**** Material for the task

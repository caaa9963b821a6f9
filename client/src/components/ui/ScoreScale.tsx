import { useId, type ReactNode } from 'react';
import { fieldSentence } from '../../lib/form-errors';
import { cx } from './cx';

const SCORES = [0, 1, 2, 3, 4, 5, 6, 7, 8, 9, 10] as const;

/** The mark of "past the ceiling": a hatched band, kept off the number so the number always sits on a solid fill. */
const HATCH = 'bg-[repeating-linear-gradient(135deg,var(--color-rule-strong)_0_2px,var(--color-sheet)_2px_5px)]';

/**
 * Fill and text of one score. Chosen is decided here, not by stacked `peer-checked:` and `hover:`
 * classes, because a hover fill declared later in the style sheet used to win over the chosen fill
 * (light text on a light fill, about 1.1:1). Every text/fill pair here is at least 4.5:1 (WCAG 2.1
 * success criterion 1.4.3): paper on ink 14.9:1, paper on line-deep 6.0:1, ink on shade 13.3:1, ink on sheet 16.2:1.
 */
function scoreLook(chosen: boolean, over: boolean, invalid: boolean): string {
  if (chosen) return over ? 'border-line-deep bg-line-deep text-paper' : 'border-ink bg-ink text-paper';
  return cx('bg-sheet text-ink hover:bg-shade', invalid ? 'border-line-deep border-2' : 'border-rule-strong');
}

export interface ScoreScaleProps {
  /** Names the group; each choice is named "<label> <n>", e.g. "Pain now 3". */
  label: string;
  value: number | undefined | null;
  onChange: (next: number) => void;
  onBlur?: () => void;
  /** The words under the two ends, e.g. "No pain" and "Worst pain you can imagine". */
  low: string;
  high: string;
  hint?: ReactNode;
  error?: string;
  /** Marks a limit on the row (e.g. the clinician's pain ceiling): scores past it carry a hatched band. */
  limit?: number;
  className?: string;
}

/**
 * A 0–10 score as one row of large choices (two rows on a phone), for the athlete's screens.
 * Native radios underneath: arrow keys move between scores and the chosen one is announced.
 */
export function ScoreScale({ label, value, onChange, onBlur, low, high, hint, error, limit, className }: ScoreScaleProps) {
  const id = useId();
  const labelId = `${id}-label`;
  const hintId = `${id}-hint`;
  const errorId = `${id}-error`;
  const message = fieldSentence(label, error);
  const described = [hint ? hintId : null, `${id}-ends`, message ? errorId : null].filter(Boolean).join(' ');

  return (
    <div
      role="radiogroup"
      aria-labelledby={labelId}
      aria-describedby={described}
      aria-invalid={message ? true : undefined}
      className={cx('min-w-0', className)}
    >
      <p id={labelId} className="text-base font-semibold">
        {label}
      </p>
      {hint && (
        <p id={hintId} className="text-sm text-muted">
          {hint}
        </p>
      )}
      <div className="mt-2 grid grid-cols-6 gap-1.5 sm:grid-cols-11">
        {SCORES.map((n) => {
          const over = limit !== undefined && n > limit;
          const chosen = value === n;
          return (
            <label key={n} className="relative block">
              <input
                type="radio"
                name={id}
                value={n}
                checked={chosen}
                onChange={() => onChange(n)}
                onBlur={onBlur}
                aria-label={`${label} ${n}`}
                className="peer sr-only"
              />
              <span
                aria-hidden="true"
                data-score={n}
                className={cx(
                  'relative flex min-h-12 cursor-pointer items-center justify-center overflow-hidden rounded-md border text-lg font-semibold tabular-nums',
                  'peer-focus-visible:outline-3 peer-focus-visible:outline-offset-2 peer-focus-visible:outline-line',
                  scoreLook(chosen, over, Boolean(message)),
                )}
              >
                {n}
                {over && (
                  <span className={cx('absolute inset-x-0 bottom-0 h-2 border-t', HATCH, chosen ? 'border-paper' : 'border-rule-strong')} />
                )}
              </span>
            </label>
          );
        })}
      </div>
      <p id={`${id}-ends`} className="mt-1 flex justify-between gap-4 text-sm text-muted">
        <span>0 {low.toLowerCase()}</span>
        <span className="text-right">10 {high.toLowerCase()}</span>
      </p>
      {limit !== undefined && (
        <p className="text-sm text-ink-2">
          <span aria-hidden="true" className={cx('mr-1 inline-block h-3 w-4 border border-rule-strong align-middle', HATCH)} />
          Past your clinician&apos;s ceiling of {limit}/10.
        </p>
      )}
      {message && (
        <p id={errorId} className="mt-1 flex items-start gap-1.5 text-sm font-semibold text-line-deep">
          <span aria-hidden="true">▲</span>
          <span>{message}</span>
        </p>
      )}
    </div>
  );
}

********

→ **Task details**
Start at the first line of the entries above. Set down each line exactly through the one with "solid fill. */", and stop there.

→ **Answer to the exercise**
repository caaa9963b821a6f9
filename client/src/components/ui/ScoreScale.tsx
import { useId, type ReactNode } from 'react';
import { fieldSentence } from '../../lib/form-errors';
import { cx } from './cx';

const SCORES = [0, 1, 2, 3, 4, 5, 6, 7, 8, 9, 10] as const;

/** The mark of "past the ceiling": a hatched band, kept off the number so the number always sits on a solid fill. */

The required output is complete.